_Your assignment_
Every line from the one with "var q float64" to the one with "only enters derivatives).", including those two, is to be copied exactly; all other lines of the entries below are left out.

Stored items
BEGIN

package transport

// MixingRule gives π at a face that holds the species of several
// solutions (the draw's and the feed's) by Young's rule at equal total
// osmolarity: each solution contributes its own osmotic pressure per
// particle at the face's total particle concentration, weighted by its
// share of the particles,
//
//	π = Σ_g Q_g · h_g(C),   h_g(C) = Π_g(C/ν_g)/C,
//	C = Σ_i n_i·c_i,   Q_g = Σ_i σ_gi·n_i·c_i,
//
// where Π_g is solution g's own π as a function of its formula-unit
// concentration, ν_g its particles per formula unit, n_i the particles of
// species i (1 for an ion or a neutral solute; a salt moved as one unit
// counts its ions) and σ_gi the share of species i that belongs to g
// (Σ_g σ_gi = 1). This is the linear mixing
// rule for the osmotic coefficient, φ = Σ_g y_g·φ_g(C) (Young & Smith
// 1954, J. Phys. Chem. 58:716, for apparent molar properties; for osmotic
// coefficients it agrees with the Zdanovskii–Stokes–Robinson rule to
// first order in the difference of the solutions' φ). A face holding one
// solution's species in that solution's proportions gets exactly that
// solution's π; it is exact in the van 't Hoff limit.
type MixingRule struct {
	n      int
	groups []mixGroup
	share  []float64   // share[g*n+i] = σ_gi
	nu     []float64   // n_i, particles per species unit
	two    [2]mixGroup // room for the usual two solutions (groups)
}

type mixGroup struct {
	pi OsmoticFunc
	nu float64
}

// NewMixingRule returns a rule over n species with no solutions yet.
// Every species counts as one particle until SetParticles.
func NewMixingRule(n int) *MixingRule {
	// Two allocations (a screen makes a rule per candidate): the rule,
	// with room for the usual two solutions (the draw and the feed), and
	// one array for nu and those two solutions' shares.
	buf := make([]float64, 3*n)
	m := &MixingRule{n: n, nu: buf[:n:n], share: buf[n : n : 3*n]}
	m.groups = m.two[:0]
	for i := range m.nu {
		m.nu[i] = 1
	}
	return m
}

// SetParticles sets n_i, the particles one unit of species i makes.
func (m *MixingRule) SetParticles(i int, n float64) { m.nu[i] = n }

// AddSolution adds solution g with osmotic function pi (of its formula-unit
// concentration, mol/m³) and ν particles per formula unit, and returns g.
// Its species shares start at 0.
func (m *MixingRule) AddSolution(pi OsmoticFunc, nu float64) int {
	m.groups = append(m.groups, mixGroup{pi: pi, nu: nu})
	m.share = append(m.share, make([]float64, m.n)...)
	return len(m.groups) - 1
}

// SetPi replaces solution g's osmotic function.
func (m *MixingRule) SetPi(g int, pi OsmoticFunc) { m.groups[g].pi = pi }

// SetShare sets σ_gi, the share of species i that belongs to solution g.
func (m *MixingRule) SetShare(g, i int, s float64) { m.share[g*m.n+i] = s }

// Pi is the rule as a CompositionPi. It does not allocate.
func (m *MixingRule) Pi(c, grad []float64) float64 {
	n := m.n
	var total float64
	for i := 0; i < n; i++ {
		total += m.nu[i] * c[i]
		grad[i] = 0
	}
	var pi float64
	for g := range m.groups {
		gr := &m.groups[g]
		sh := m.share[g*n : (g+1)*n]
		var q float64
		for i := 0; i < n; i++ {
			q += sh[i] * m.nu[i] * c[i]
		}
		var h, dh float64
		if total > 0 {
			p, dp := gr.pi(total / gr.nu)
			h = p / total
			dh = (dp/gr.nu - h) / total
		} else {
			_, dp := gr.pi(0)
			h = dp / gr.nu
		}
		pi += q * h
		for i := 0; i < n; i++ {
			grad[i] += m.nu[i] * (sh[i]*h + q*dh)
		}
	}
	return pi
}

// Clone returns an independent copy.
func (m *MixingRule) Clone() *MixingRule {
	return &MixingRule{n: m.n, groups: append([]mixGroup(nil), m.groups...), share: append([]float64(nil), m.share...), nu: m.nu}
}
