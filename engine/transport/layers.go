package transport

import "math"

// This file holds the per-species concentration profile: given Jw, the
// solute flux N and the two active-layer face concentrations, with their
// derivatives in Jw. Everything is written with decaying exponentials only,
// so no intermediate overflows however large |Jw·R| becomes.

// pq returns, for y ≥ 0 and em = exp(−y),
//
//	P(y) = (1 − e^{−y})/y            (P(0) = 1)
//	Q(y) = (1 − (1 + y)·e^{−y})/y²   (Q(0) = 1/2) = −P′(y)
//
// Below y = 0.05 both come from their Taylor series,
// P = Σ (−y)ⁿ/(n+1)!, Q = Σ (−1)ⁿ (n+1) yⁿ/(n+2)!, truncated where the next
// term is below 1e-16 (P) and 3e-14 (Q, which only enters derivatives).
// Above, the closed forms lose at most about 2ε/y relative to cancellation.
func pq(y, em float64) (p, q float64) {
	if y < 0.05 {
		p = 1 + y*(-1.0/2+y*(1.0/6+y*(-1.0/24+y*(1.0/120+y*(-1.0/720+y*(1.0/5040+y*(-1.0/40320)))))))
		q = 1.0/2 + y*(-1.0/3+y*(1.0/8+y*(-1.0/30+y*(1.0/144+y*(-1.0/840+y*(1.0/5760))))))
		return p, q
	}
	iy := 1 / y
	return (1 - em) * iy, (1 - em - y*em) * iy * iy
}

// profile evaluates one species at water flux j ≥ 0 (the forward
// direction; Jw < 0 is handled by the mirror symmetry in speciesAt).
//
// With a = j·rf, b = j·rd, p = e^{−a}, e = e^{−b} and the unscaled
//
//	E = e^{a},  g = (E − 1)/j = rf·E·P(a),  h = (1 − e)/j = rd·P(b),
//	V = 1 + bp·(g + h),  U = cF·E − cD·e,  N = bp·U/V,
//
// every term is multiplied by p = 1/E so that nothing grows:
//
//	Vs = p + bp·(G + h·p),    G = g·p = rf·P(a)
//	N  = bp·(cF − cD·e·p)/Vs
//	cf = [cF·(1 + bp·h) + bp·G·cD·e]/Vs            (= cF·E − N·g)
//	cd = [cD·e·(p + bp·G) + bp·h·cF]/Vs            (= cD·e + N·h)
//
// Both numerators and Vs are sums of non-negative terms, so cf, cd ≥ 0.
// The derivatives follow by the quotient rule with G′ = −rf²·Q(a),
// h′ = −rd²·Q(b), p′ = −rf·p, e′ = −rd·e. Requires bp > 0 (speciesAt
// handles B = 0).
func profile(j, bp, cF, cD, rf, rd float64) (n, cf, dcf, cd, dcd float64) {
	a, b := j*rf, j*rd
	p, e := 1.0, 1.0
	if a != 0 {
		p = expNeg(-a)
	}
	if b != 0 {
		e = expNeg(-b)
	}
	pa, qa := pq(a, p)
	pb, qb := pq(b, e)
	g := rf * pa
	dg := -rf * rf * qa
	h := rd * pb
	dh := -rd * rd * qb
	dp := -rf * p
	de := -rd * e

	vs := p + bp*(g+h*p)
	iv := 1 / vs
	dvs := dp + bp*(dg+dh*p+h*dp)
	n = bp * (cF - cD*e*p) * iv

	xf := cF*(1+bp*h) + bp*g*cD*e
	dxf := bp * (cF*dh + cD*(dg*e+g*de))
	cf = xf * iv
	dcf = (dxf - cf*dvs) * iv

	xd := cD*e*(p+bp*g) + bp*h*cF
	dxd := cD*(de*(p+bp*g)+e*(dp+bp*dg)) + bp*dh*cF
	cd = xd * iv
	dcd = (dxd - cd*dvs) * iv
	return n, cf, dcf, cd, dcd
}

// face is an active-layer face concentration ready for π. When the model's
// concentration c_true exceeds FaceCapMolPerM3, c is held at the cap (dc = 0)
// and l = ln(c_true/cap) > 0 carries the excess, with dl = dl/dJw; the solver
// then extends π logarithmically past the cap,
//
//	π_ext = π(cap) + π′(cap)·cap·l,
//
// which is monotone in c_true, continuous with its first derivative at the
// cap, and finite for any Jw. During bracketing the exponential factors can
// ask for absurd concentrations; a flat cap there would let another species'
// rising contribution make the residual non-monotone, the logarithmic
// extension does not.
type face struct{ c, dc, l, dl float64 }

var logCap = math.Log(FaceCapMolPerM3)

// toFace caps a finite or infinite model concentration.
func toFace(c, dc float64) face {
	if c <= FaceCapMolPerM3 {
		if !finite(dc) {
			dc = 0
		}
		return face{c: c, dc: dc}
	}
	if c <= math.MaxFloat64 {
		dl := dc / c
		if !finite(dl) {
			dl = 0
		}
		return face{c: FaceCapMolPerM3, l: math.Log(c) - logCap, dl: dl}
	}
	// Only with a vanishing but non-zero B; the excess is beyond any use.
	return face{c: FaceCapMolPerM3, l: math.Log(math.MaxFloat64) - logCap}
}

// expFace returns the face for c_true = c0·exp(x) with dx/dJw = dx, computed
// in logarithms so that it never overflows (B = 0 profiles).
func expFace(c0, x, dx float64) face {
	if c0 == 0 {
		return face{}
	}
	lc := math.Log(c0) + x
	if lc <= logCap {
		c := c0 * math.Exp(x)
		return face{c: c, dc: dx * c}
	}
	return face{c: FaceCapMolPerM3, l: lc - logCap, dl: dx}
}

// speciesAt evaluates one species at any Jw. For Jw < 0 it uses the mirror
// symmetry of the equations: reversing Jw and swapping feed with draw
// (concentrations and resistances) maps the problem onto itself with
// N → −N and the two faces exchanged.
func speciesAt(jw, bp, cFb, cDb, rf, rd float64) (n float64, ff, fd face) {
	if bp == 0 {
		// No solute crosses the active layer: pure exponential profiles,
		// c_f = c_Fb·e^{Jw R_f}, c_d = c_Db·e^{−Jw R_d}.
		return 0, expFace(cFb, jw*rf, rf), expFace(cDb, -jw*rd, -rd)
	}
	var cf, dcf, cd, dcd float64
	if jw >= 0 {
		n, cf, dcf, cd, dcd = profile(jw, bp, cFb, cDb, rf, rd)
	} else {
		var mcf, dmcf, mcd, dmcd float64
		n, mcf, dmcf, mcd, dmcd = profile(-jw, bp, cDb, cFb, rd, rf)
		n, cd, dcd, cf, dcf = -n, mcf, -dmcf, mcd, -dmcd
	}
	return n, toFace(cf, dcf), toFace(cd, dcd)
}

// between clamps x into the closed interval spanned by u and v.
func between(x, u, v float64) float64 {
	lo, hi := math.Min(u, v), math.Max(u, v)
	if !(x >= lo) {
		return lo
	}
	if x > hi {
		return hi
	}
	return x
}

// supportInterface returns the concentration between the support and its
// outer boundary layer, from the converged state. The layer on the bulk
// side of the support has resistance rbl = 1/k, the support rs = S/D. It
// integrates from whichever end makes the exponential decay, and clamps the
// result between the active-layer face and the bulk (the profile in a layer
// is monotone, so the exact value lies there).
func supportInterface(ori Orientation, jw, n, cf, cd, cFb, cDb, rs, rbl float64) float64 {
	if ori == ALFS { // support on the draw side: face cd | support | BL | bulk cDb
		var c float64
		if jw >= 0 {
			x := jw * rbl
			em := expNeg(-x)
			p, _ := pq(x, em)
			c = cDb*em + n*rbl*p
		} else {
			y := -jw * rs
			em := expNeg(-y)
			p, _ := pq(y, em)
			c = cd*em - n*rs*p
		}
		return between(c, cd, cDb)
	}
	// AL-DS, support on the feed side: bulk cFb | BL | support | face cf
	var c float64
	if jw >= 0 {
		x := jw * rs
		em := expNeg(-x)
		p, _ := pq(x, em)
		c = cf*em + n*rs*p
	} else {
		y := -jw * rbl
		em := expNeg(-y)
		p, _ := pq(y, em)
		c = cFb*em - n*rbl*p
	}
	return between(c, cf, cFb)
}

END

_Answer for this exercise_
		var q float64
		for i := 0; i < n; i++ {
			q += sh[i] * m.nu[i] * c[i]
		}
		var h, dh float64
		if total > 0 {
			p, dp := gr.pi(total / gr.nu)
			h = p / total
			dh = (dp/gr.nu - h) / total
		} else {
			_, dp := gr.pi(0)
			h = dp / gr.nu
		}
		pi += q * h
		for i := 0; i < n; i++ {
			grad[i] += m.nu[i] * (sh[i]*h + q*dh)
		}
	}
	return pi
}

// Clone returns an independent copy.
func (m *MixingRule) Clone() *MixingRule {
	return &MixingRule{n: m.n, groups: append([]mixGroup(nil), m.groups...), share: append([]float64(nil), m.share...), nu: m.nu}
}
filename engine/transport/layers.go
package transport

import "math"

// This file holds the per-species concentration profile: given Jw, the
// solute flux N and the two active-layer face concentrations, with their
// derivatives in Jw. Everything is written with decaying exponentials only,
// so no intermediate overflows however large |Jw·R| becomes.

// pq returns, for y ≥ 0 and em = exp(−y),
//
//	P(y) = (1 − e^{−y})/y            (P(0) = 1)
//	Q(y) = (1 − (1 + y)·e^{−y})/y²   (Q(0) = 1/2) = −P′(y)
//
// Below y = 0.05 both come from their Taylor series,
// P = Σ (−y)ⁿ/(n+1)!, Q = Σ (−1)ⁿ (n+1) yⁿ/(n+2)!, truncated where the next
// term is below 1e-16 (P) and 3e-14 (Q, which only enters derivatives).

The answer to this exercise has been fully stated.